====== INFORMATION PROVIDED ======

Problem (symbols as in solver.model). Given closing stock s, per-store values W_i on post-move
stock 0..C_i (concave; see `concave_envelope`), lane costs c_l and tonight's lane limits u_l and
units-per-night limit U,

    maximise  sum_i W_i(y_i) - sum_l c_l f_l
    over integer f with 0 <= f_l <= u_l, out_i(f) <= s_i, y_i = s_i - out_i + in_i <= C_i,
              sum_l f_l <= U.

As a network: a node T; per store an "own stock" node O_i and a "post-move" node Y_i. Arcs
T -> O_i carry exactly s_i; O_i -> Y_i ("stay", unbounded, cost 0); O_i -> Y_j for lane
l = i -> j (capacity u_l, cost c_l); Y_i -> T carries y_i <= C_i with convex cost -W_i(y_i), one
unit segment at a time. A plan is a circulation; out_i <= s_i holds because a store only sends
units that reach O_i, i.e. its own closing stock (a unit received tonight is not sent on).

Algorithm: start from moving nothing (every unit stays) and repeatedly push units around the
most profitable cycle through T in the residual network: T -> Y_i (one unit less at i, losing
W_i(y_i) - W_i(y_i - 1)), a shortest path to some Y_j over residual stay, lane and reversed arcs
(Bellman-Ford from T), and Y_j -> T (one unit more at j, gaining W_j(y_j + 1) - W_j(y_j)), as
many units as stay profitable and fit the path's residual capacities; stop when no cycle gains
more than a tolerance. Invariant: the residual arcs not entering T have
non-negative reduced cost under the Bellman-Ford distances (true at the start, where the only
residual arcs are stays and lanes with c_l >= 0, and kept by augmenting along shortest paths,
as in successive shortest paths; concavity of W keeps T's arcs in order). Every negative cycle
then passes through T, so when the best one gains nothing the plan is optimal: the
negative-cycle optimality condition of min-cost flow with separable convex arc costs
(Ahuja, Magnanti & Orlin, Network Flows, 1993, sections 9.1 and 14.2; from memory). Without a
binding units-per-night limit the plan is therefore exact for concave W.

Units-per-night limit: each augmentation changes sum_l f_l by its number of forward lane arcs
minus reversed ones (usually +1). Cycles are taken only while they fit the remaining allowance;
when the best cycle does not fit, the best single-lane move that fits is taken instead, and the
plan stops when neither gains. This is the usual budgeted greedy: exact when the limit does not
bind or every useful cycle is a single move, otherwise a feasible plan that the tests compare
with scipy.optimize.milp.

Rules (solver.spec; `PlanRules`). With floors k_i, handling limits O_i (units sent) and I_i
(units received) and dispatch costs F_l, the problem adds: out_i > 0 only if y_i >= k_i;
out_i <= O_i; in_i <= I_i; and - sum_l F_l [f_l > 0] in the objective.
* A store at or above its floor (s_i >= k_i) keeps y_i >= k_i (sending or not, since without
  sending y_i >= s_i): a lower bound on the arc Y_i -> T. out_i = s_i - stay_i <= O_i is a lower
  bound s_i - O_i on the stay arc. Both are arc bounds of the same network, so the optimality
  argument above holds unchanged: exact for concave W.
* A store below its floor (s_i < k_i) sends nothing in the plan. The rule would let it send
  if it received enough to end at k_i (a relay through it); that disjunction is not convex and
  the plan gives it up.
* in_i <= I_i would need a node between the lanes and Y_i; instead a lane into a store that has
  taken I_i units is closed and every augmentation's units are capped by I_j - in_j for a lane
  arc entering Y_j. That keeps the limit (a path enters Y_j at most once) but can block a
  swap of one sender for another: exact whenever the limit does not bind.
* Dispatch costs make the problem non-convex (fixed charges). Heuristic: plan (a) without them
  and (b) with F_l spread over a full lane (c_l + F_l / u_l per unit); from each, repeatedly
  close the used, charged lane whose closing (and re-planning) gains most, while one gains,
  trying per round the CLOSE_TRIALS lanes whose units earn least beside their dispatch cost
  (their flow taken off, the rest kept: a screen; trying every used lane found nothing better
  on the tests' instances and on a 12-store network, at twice the time);
  beside these, the best move along one lane alone (all its unit counts tried); keep the best
  of the three by the true objective, or nothing if that is better. Measured against
  scipy.optimize.milp with 0/1 lane-use variables in tests/solver/test_transfer_plan.py.

Everything is vectorised over the batch (numpy, no flow vectors are enumerated); rows that have
finished drop out of the loop. Each row's arithmetic is independent of the other rows, so a
stock gets the same plan alone or in any batch; rows may even plan on different value tables
(plan_flows's `tables`: the trade limit's candidates of solver.priced, simulated together).
Opposite flows on a lane pair are netted at the end (same post-move stock, no higher cost), as
the exact solver's flow table does.
"""

from __future__ import annotations

from dataclasses import dataclass, replace

import numpy as np
from numpy.typing import NDArray

from solver.model import lane_incidence

__all__ = ["PlanNetwork", "PlanRules", "concave_envelope", "plan_flows", "plan_objective"]

_NONE = -1  # predecessor of a node reached straight from T
_UNBOUNDED = np.iinfo(np.int64).max // 4  # residual capacity of an arc without a bound
# Dispatch costs: lanes tried for closing per row and round (module docstring).
CLOSE_TRIALS = 2


def concave_envelope(values: NDArray[np.float64]) -> NDArray[np.float64]:
    """The least concave majorant of `values` on 0..n-1, at the same points, shape (n,).

    Equal to `values` where they are already concave (up to rounding)."""
    n = values.size
    hull: list[int] = []
    for k in range(n):
        while len(hull) >= 2:
            a, b = hull[-2], hull[-1]
            # b lies on or below the chord from a to k: drop it.
            if (values[b] - values[a]) * (k - a) <= (values[k] - values[a]) * (b - a):
                hull.pop()
            else:
                break
        hull.append(k)
    points = np.array(hull)
    envelope: NDArray[np.float64] = np.interp(np.arange(n), points, values[points])
    envelope[points] = values[points]
    return envelope


@dataclass(frozen=True, eq=False)
class PlanNetwork:
    """Fixed geometry of the nightly problem: N stores, L lanes (arcs of the residual network
    in a fixed order: stays, un-stays, lanes, reversed lanes)."""

    capacities: NDArray[np.int64]
    lane_from: NDArray[np.int64]
    lane_to: NDArray[np.int64]
    lane_costs: NDArray[np.float64]

    @property
    def n_stores(self) -> int:
        return int(self.capacities.size)

    @property
    def n_lanes(self) -> int:
        return int(self.lane_from.size)

    def arcs(self) -> tuple[NDArray[np.int64], NDArray[np.int64], NDArray[np.float64]]:
        """(tail, head, cost) of the residual arcs; nodes O_i = i, Y_i = N + i."""
        n = self.n_stores
        stores = np.arange(n, dtype=np.int64)
        tail = np.concatenate([stores, n + stores, self.lane_from, n + self.lane_to])
        head = np.concatenate([n + stores, stores, n + self.lane_to, self.lane_from])
        cost = np.concatenate([np.zeros(2 * n), self.lane_costs, -self.lane_costs]).astype(
            np.float64
        )
        return tail, head, cost

    def incidence(self) -> NDArray[np.int64]:
        """(L, N): -1 at each lane's sender, +1 at its receiver (solver.model.lane_incidence)."""
        return lane_incidence(self.lane_from, self.lane_to, self.n_stores)

    def stock_change(self, flows: NDArray[np.int64]) -> NDArray[np.int64]:
        """flows @ incidence(), shape (B, N) for flows (B, L): the change of stock the flows
        make at each store."""
        return _integer_product(flows, self.incidence())


def _integer_product(a: NDArray[np.int64], b: NDArray[np.int64]) -> NDArray[np.int64]:
    """a @ b for integer matrices, computed in float64: numpy multiplies integer matrices
    without BLAS, several times slower on the plan's batches. Exact while every partial sum
    stays below 2**53 in magnitude, as unit counts and stocks do by far."""
    product: NDArray[np.int64] = (a.astype(np.float64) @ b.astype(np.float64)).astype(np.int64)
    return product


@dataclass(frozen=True, eq=False)
class PlanRules:
    """Tonight's rules, shape (N,) each: floors k_i (keep_at_least), most units sent and
    received (the capacity where there is no limit); dispatch_costs: (L,), F_l."""

    floors: NDArray[np.int64]
    most_out: NDArray[np.int64]
    most_in: NDArray[np.int64]
    dispatch_costs: NDArray[np.float64]


def plan_flows(
    network: PlanNetwork,
    stocks: NDArray[np.int64],
    values: NDArray[np.float64],
    lane_limits: NDArray[np.int64],
    network_limit: int | None,
    tolerance: float | NDArray[np.float64],
    rules: PlanRules | None = None,
    tables: NDArray[np.int64] | None = None,
) -> NDArray[np.int64]:
    """Units per lane for every closing stock of the batch, shape (B, L).

    stocks: shape (B, N), 0 <= s_i <= C_i.
    values: shape (N, max C + 1), row i holding a concave W_i on 0..C_i (entries beyond C_i
        are ignored); or (G, N, max C + 1), G such tables, row b planning on tables[b].
    lane_limits: shape (L,) or (B, L), units per lane tonight.
    network_limit: units over all lanes tonight, None for no limit.
    tolerance: a cycle must gain more than this (currency) to be taken; with G tables, shape
        (G,), one per table.
    rules: tonight's floors and handling limits and the lanes' dispatch costs (module
        docstring, "Rules"); None for none.
    tables: shape (B,), the value table of each row (only with G tables).
    """
    stocks = np.asarray(stocks, dtype=np.int64)
    batch, n = stocks.shape[0], network.n_stores
    if values.ndim == 2:
        values = values[None]
        table = np.zeros(batch, dtype=np.int64)
    elif tables is None:
        raise ValueError("tables is required with several value tables")
    else:
        table = np.asarray(tables, dtype=np.int64)
    # The G tables stacked as one of G N rows; row b looks W_i up at row offsets[b] + i.
    offsets = table * n
    row_tolerance = np.broadcast_to(np.asarray(tolerance, dtype=np.float64), (values.shape[0],))
    row_tolerance = row_tolerance[table]
    limits = np.broadcast_to(
        np.asarray(lane_limits, dtype=np.int64), (batch, network.n_lanes)
    ).copy()
    if rules is None:
        floors = np.zeros((batch, n), dtype=np.int64)
        # No handling limit: more than a store can ever take.
        most_in = np.full((batch, n), int(network.capacities.sum()) + 1, dtype=np.int64)
        low_stay = np.zeros((batch, n), dtype=np.int64)
    else:
        # A store below its floor sends nothing (the relay it could make by receiving up to its
        # floor is given up); at or above it, it ends at its floor or higher.
        below = stocks < rules.floors[None, :]
        limits[below[:, network.lane_from]] = 0
        floors = np.minimum(stocks, rules.floors[None, :])
        most_in = np.broadcast_to(rules.most_in, (batch, n))
        # out_i = s_i - stay_i <= most_out_i: a lower bound on the stay arc.
        low_stay = np.maximum(stocks - rules.most_out[None, :], 0)
    night = _Batch(
        network,
        values.reshape(-1, values.shape[2]),
        network_limit,
        row_tolerance,
        offsets,
        stocks,
        limits,
        floors,
        low_stay,
        most_in,
    )
    if rules is None or not np.any(rules.dispatch_costs > 0):
        return _plan(night)
    # Two starts: the plan without dispatch costs, and the plan with each lane's dispatch cost
    # spread over a full lane (per unit); lanes that do not pay are closed from each, and the
    # better result is kept (ties: the first). Both starts run as one batch of 2B rows (each
    # row's arithmetic is its own).
    spread = network.lane_costs[None, :] + rules.dispatch_costs[None, :] / np.maximum(limits, 1)
    costs = np.concatenate([np.broadcast_to(network.lane_costs, spread.shape), spread])
    both = night.twice()
    closed = _close_unpaid_lanes(both, rules.dispatch_costs, _plan(both, costs))
    candidates = [closed[:batch], closed[batch:], _best_single_lane(night)]
    best_flows = candidates[0]
    best_value = np.full(batch, -np.inf)
    for closed in candidates:
        value = night.objective(closed, rules.dispatch_costs)
        better = value > best_value + row_tolerance
        best_flows = np.where(better[:, None], closed, best_flows)
        best_value = np.where(better, value, best_value)
    return best_flows


def plan_objective(
    network: PlanNetwork,
    stocks: NDArray[np.int64],
    values: NDArray[np.float64],
    flows: NDArray[np.int64],
    dispatch_costs: NDArray[np.float64] | None = None,
) -> NDArray[np.float64]:
    """sum_i W_i(y_i) - c.f - F.[f > 0] of each row, shape (B,) (values (N, max C + 1) as in
    plan_flows)."""
    return _objective(
        network, stocks, values, np.zeros(stocks.shape[0], dtype=np.int64), flows, dispatch_costs
    )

======

EXERCISE PROMPT
From the line holding "both = night.twice()" down to the final line above, copy each line exactly, and leave out everything before it.

WRITTEN RESPONSE
    both = night.twice()
    closed = _close_unpaid_lanes(both, rules.dispatch_costs, _plan(both, costs))
    candidates = [closed[:batch], closed[batch:], _best_single_lane(night)]
    best_flows = candidates[0]
    best_value = np.full(batch, -np.inf)
    for closed in candidates:
        value = night.objective(closed, rules.dispatch_costs)
        better = value > best_value + row_tolerance
        best_flows = np.where(better[:, None], closed, best_flows)
        best_value = np.where(better, value, best_value)
    return best_flows


def plan_objective(
    network: PlanNetwork,
    stocks: NDArray[np.int64],
    values: NDArray[np.float64],
    flows: NDArray[np.int64],
    dispatch_costs: NDArray[np.float64] | None = None,
) -> NDArray[np.float64]:
    """sum_i W_i(y_i) - c.f - F.[f > 0] of each row, shape (B,) (values (N, max C + 1) as in
    plan_flows)."""
    return _objective(
        network, stocks, values, np.zeros(stocks.shape[0], dtype=np.int64), flows, dispatch_costs
    )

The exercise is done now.